Updated by Radoslaw Zarzynski about 1 year ago
class OSDThrasher(Thrasher):
"""
Object used to thrash Ceph
"""
def __init__(self, manager, config, name, logger):
# ...
self.in_osds = osd_status['in']
So the question is why those OSDs haven't joined the cluster.
Updated by Laura Flores about 1 year ago
While thrashing OSDs in _do_thrash() (qa/tasks/ceph_manager.py), the task didn't add OSDs back into the cluster after killing/removing them:
lflores@teuthology:/a/lflores-2023-02-08_20:25:06-rados-wip-lflores-testing-2023-02-06-1529-distro-default-smithi/7162184$ cat teuthology.log | grep "Adding osd"
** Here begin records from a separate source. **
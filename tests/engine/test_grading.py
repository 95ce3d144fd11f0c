"""Grading by sieving (``sieve``) and sieving with sedimentation (``grading``)."""

from __future__ import annotations

import math
from typing import Any

import pytest
from hypothesis import given
from hypothesis import strategies as st

from server.engine import InputError, calculate, evaluate
from server.engine.grading import (
    boundary_percent,
    curvature_coefficient,
    percent_at_size,
    size_at_percent,
    uniformity_coefficient,
)

# Das, Principles of Geotechnical Engineering, grain-size problem set: masses retained on the
# No. 4, 10, 20, 40, 60, 100 and 200 sieves and in the pan, 421.2 g in all (dry sieving).
DAS_SIZES = [4.75, 2.0, 0.85, 0.425, 0.25, 0.15, 0.075]
DAS_RETAINED = [0.0, 18.5, 53.2, 90.5, 81.8, 92.2, 58.5]
DAS_PAN = 26.5


def das_readings(**extra: Any) -> dict[str, Any]:
    return {
        "dry_mass_g": 421.2,
        "sieves": [{"size_mm": d, "retained_g": m} for d, m in zip(DAS_SIZES, DAS_RETAINED, strict=True)],
        "pan_g": DAS_PAN,
        **extra,
    }


def codes(ev: Any) -> list[str]:
    return [f.code for f in ev.flags]


def test_percent_passing_of_the_das_sieve_problem() -> None:
    # P = 100 (M - C)/M (ASTM D6913), by hand: C = 0, 18.5, 71.7, 162.2, 244.0, 336.2, 394.7 g of 421.2 g.
    ev = calculate("sieve", das_readings())
    passing = [p["percent_passing"] for p in ev.results["grading_curve"]]
    assert passing == pytest.approx([100.0, 95.6078, 82.9772, 61.4910, 42.0703, 20.1804, 6.2915], abs=1e-4)
    assert [p["size_mm"] for p in ev.results["grading_curve"]] == DAS_SIZES


def test_d_values_are_read_on_log_size_between_neighbouring_sieves() -> None:
    # Semi-log interpolation (common practice), by hand: D = exp(ln d1 + (p - p1)/(p2 - p1) ln(d2/d1)).
    # D10 between 0.075 mm (6.2915 %) and 0.150 mm (20.1804 %): 0.090248 mm.
    # D30 between 0.150 mm (20.1804 %) and 0.250 mm (42.0703 %): 0.188630 mm.
    # D60 between 0.250 mm (42.0703 %) and 0.425 mm (61.4910 %): 0.408034 mm.
    # Das reads D10 about 0.09 mm and D60 about 0.41 mm off his plotted curve (from memory).
    ev = calculate("sieve", das_readings())
    assert ev.results["d10_mm"] == pytest.approx(0.090248, abs=1e-6)
    assert ev.results["d30_mm"] == pytest.approx(0.188630, abs=1e-6)
    assert ev.results["d60_mm"] == pytest.approx(0.408034, abs=1e-6)
    # Cu = D60/D10 and Cc = D30^2/(D10 D60) (ASTM D2487-17 section 3), by hand from the above.
    assert ev.results["cu"] == pytest.approx(4.52124, abs=1e-5)
    assert ev.results["cc"] == pytest.approx(0.96624, abs=1e-5)


def test_gravel_sand_and_fines_split_at_4_75_mm_and_75_um() -> None:
    # ASTM D2487-17 section 3: gravel retained on 4.75 mm, fines passing 75 µm; Das data, by hand.
    ev = calculate("sieve", das_readings())
    assert ev.results["gravel"] == pytest.approx(0.0)
    assert ev.results["fines"] == pytest.approx(6.2915, abs=1e-4)
    assert ev.results["sand"] == pytest.approx(100.0 - 6.2915, abs=1e-4)
    assert ev.results["percent_passing_2mm"] == pytest.approx(95.6078, abs=1e-4)
    assert ev.results["percent_passing_0_425mm"] == pytest.approx(61.4910, abs=1e-4)
    assert ev.flags == []


def test_cumulative_masses_give_the_same_curve_as_masses_retained() -> None:
    cumulative = [sum(DAS_RETAINED[: i + 1]) for i in range(len(DAS_RETAINED))]
    readings = das_readings()
    readings["sieves"] = [
        {"size_mm": d, "cumulative_retained_g": c} for d, c in zip(DAS_SIZES, cumulative, strict=True)
    ]
    a = calculate("sieve", das_readings()).results
    b = calculate("sieve", readings).results
    assert b["grading_curve"] == pytest.approx(a["grading_curve"])
    assert b["d60_mm"] == pytest.approx(a["d60_mm"])


def test_sieves_may_be_typed_in_any_order() -> None:
    readings = das_readings()
    readings["sieves"] = list(reversed(readings["sieves"]))
    ev = calculate("sieve", readings)
    assert [p["size_mm"] for p in ev.results["grading_curve"]] == DAS_SIZES


def test_washed_fines_count_as_passing_every_sieve() -> None:
    # 500 g dry, washed on 75 µm leaving 300 g; 100 g on 2 mm and 190 g on 75 µm, 10 g in the pan.
    # P(2 mm) = 100 (500 - 100)/500 = 80 %, P(75 µm) = 100 (500 - 290)/500 = 42 % (ASTM D6913, by hand).
    ev = calculate(
        "sieve",
        {
            "dry_mass_g": 500.0,
            "washed_dry_mass_g": 300.0,
            "pan_g": 10.0,
            "sieves": [
                {"size_mm": 4.75, "retained_g": 0.0},
                {"size_mm": 2.0, "retained_g": 100.0},
                {"size_mm": 0.425, "retained_g": 95.0},
                {"size_mm": 0.075, "retained_g": 95.0},
            ],
        },
    )
    assert ev.results["fines"] == pytest.approx(42.0)
    assert ev.results["percent_passing_2mm"] == pytest.approx(80.0)
    assert ev.results["sieve_mass_loss_pct"] == pytest.approx(0.0, abs=1e-12)
    assert ev.flags == []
2023-02-09T06:16:22.945 INFO:tasks.thrashosds.thrasher:Adding osd 1
2023-02-09T06:19:34.997 INFO:tasks.thrashosds.thrasher:Adding osd 7
There should be way more lines of the task adding OSDs back into the cluster. The thrashing code normally checks if there are out OSDs and adds them back in. Continuing to dig into why this didn't happen as expected.